[Start of Attachment]
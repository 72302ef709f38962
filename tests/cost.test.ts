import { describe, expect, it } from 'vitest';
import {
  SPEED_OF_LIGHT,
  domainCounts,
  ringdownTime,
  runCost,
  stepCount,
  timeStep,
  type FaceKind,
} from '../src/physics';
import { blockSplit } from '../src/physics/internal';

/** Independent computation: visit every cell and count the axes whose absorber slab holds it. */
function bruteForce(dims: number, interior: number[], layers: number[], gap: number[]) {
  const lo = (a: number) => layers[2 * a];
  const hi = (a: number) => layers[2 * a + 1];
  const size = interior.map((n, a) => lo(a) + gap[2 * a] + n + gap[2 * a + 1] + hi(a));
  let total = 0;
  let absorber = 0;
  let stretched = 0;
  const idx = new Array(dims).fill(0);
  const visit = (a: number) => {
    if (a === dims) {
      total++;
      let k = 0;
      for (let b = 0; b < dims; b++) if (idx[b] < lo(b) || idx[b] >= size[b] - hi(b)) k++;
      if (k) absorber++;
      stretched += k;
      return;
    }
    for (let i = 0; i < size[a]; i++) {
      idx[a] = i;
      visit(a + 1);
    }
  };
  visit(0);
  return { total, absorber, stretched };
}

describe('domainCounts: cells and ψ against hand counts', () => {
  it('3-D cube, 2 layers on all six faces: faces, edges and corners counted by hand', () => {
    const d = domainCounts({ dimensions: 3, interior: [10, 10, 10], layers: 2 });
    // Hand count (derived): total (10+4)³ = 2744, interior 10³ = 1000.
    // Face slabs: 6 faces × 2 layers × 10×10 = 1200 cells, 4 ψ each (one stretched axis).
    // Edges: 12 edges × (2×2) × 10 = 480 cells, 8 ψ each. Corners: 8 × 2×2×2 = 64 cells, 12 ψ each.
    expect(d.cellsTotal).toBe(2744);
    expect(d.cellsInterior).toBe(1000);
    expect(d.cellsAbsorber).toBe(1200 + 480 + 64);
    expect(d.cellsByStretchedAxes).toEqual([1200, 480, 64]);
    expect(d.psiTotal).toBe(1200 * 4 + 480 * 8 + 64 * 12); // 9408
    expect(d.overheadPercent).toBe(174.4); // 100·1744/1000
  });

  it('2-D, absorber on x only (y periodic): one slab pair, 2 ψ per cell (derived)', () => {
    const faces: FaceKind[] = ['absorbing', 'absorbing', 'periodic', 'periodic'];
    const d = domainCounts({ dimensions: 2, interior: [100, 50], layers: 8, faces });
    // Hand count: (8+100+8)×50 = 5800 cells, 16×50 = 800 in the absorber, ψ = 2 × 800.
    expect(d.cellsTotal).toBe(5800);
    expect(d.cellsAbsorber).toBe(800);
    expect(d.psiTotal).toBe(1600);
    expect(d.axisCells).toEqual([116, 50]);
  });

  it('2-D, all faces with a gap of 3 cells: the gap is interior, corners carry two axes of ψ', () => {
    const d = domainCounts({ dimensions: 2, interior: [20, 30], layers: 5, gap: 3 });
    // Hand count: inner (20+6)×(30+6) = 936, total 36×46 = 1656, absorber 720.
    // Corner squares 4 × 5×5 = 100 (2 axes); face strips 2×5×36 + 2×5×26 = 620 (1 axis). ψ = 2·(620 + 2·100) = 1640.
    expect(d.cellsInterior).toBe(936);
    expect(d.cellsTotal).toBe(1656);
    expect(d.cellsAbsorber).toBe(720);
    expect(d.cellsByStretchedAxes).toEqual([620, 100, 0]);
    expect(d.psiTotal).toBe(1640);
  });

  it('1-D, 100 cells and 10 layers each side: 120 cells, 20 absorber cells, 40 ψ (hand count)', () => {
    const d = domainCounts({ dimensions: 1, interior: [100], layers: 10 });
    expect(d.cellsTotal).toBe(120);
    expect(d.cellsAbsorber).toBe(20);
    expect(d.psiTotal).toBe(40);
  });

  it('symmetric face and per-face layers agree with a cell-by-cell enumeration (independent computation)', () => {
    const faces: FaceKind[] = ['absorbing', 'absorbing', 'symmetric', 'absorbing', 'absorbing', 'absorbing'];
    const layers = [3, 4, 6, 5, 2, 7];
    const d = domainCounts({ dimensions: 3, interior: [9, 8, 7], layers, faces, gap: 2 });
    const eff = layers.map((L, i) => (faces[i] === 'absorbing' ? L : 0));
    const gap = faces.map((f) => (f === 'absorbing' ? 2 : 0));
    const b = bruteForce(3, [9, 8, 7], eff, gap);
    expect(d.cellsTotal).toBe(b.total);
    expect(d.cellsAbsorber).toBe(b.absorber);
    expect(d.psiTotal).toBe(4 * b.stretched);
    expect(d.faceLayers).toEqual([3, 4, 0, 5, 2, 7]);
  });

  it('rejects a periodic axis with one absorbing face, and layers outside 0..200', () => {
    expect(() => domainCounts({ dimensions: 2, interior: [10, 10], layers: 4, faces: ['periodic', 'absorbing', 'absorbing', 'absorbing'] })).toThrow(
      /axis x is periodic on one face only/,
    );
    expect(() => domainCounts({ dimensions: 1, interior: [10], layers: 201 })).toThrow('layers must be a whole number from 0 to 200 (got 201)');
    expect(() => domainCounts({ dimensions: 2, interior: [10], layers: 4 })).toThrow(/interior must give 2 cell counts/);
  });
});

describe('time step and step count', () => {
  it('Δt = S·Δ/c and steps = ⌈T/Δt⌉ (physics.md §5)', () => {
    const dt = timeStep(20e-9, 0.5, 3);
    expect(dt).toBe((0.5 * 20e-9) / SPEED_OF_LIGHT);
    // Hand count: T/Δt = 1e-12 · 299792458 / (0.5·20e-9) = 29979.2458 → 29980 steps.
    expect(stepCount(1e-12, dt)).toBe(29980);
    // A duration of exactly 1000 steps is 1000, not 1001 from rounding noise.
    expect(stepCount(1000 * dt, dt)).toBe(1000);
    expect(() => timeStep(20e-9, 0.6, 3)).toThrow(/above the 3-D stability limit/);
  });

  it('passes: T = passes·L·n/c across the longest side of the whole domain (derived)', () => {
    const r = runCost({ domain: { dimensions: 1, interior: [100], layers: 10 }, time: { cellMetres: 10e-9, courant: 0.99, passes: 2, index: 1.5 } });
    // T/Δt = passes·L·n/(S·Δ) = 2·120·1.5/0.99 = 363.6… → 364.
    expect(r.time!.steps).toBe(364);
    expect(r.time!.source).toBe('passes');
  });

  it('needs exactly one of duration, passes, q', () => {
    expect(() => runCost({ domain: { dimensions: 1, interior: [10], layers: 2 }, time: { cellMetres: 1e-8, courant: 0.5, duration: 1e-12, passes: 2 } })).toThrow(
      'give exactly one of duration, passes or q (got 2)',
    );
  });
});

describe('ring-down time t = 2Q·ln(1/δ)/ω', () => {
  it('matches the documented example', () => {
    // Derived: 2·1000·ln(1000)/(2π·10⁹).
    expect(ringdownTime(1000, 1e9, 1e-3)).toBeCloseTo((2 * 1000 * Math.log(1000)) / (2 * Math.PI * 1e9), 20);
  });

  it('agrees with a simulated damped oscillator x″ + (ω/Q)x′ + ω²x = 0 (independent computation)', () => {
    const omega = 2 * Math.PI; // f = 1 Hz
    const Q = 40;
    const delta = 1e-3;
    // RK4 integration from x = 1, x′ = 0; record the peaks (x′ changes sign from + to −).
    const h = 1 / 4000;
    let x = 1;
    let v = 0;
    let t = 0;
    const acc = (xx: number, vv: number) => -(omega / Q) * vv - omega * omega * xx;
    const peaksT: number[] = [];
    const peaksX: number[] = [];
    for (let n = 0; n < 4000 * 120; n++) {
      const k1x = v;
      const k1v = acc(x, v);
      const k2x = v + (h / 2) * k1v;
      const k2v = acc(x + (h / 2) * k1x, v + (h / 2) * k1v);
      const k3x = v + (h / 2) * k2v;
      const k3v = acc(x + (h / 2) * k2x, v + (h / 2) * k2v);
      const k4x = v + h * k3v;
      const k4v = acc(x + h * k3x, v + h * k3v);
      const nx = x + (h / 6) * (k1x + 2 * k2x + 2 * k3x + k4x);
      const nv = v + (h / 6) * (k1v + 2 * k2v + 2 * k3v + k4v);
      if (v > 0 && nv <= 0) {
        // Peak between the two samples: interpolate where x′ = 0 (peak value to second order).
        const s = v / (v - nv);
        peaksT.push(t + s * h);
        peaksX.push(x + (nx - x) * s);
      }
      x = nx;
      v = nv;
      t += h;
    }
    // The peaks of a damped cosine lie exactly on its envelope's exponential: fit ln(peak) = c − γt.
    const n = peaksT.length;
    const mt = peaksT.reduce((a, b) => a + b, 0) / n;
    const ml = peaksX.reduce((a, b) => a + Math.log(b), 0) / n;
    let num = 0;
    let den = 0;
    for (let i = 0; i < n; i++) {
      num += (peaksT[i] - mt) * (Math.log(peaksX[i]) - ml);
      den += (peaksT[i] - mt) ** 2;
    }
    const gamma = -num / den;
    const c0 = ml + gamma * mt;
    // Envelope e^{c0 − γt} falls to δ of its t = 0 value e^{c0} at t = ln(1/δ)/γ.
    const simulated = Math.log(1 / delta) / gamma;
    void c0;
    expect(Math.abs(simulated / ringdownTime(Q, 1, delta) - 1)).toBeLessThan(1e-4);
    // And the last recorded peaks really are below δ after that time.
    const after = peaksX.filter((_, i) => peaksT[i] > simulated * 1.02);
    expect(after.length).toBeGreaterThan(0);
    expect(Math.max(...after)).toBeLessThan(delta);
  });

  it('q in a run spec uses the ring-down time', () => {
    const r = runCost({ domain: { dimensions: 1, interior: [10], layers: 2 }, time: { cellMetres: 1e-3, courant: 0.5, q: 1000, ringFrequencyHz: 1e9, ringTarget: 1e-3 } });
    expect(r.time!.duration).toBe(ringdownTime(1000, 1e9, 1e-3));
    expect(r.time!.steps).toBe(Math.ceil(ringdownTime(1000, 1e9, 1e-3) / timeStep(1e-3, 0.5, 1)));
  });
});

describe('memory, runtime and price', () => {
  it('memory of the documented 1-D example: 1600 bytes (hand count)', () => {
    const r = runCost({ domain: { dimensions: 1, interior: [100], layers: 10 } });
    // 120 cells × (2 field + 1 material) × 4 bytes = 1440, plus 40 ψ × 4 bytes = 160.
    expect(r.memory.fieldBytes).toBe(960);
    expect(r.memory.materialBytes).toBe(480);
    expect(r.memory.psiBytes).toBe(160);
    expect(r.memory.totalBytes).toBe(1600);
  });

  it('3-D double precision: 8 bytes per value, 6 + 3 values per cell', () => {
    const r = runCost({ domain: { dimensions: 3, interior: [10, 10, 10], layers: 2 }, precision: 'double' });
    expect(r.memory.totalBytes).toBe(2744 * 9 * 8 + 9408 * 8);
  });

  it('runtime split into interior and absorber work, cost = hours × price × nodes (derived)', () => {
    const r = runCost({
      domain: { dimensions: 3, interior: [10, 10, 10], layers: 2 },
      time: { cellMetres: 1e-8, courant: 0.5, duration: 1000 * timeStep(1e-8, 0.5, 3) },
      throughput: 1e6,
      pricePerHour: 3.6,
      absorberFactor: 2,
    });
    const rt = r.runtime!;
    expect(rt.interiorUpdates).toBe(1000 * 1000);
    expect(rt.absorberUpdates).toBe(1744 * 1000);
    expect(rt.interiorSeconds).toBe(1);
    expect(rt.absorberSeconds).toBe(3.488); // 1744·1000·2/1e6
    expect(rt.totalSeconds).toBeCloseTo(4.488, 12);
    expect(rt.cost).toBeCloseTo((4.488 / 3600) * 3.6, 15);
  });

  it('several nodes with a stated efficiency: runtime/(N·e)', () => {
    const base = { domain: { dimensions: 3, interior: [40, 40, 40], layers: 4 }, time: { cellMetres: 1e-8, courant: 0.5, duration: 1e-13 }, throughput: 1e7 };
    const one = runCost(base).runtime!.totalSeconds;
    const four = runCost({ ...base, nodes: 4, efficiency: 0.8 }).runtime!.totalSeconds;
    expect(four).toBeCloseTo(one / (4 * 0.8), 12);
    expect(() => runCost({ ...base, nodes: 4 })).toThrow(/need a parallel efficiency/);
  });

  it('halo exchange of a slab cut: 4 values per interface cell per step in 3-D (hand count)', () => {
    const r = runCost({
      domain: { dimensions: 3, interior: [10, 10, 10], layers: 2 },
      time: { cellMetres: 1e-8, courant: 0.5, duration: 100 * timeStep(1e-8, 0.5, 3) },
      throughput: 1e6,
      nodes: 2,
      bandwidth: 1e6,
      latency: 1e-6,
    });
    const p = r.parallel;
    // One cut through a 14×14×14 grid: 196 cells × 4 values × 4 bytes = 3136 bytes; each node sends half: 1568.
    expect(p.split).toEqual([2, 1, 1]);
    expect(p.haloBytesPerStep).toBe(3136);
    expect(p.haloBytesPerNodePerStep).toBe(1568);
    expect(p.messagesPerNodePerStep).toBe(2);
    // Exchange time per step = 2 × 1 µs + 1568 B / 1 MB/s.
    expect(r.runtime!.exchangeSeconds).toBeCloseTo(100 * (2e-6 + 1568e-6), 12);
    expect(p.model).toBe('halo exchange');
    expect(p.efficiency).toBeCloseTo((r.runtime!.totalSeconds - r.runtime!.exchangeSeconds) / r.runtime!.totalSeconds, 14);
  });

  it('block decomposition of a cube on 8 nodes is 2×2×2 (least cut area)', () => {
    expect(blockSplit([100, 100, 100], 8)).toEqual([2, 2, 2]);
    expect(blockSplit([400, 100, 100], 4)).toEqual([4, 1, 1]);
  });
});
[End of Attachment]
- Exercise
Reproduce exactly, please, only the lines from the start of the data above to the line that contains "holds it. */", with both ends kept.

- Response for this exercise
repository 72302ef709f38962
filename tests/cost.test.ts
import { describe, expect, it } from 'vitest';
import {
  SPEED_OF_LIGHT,
  domainCounts,
  ringdownTime,
  runCost,
  stepCount,
  timeStep,
  type FaceKind,
} from '../src/physics';
import { blockSplit } from '../src/physics/internal';

/** Independent computation: visit every cell and count the axes whose absorber slab holds it. */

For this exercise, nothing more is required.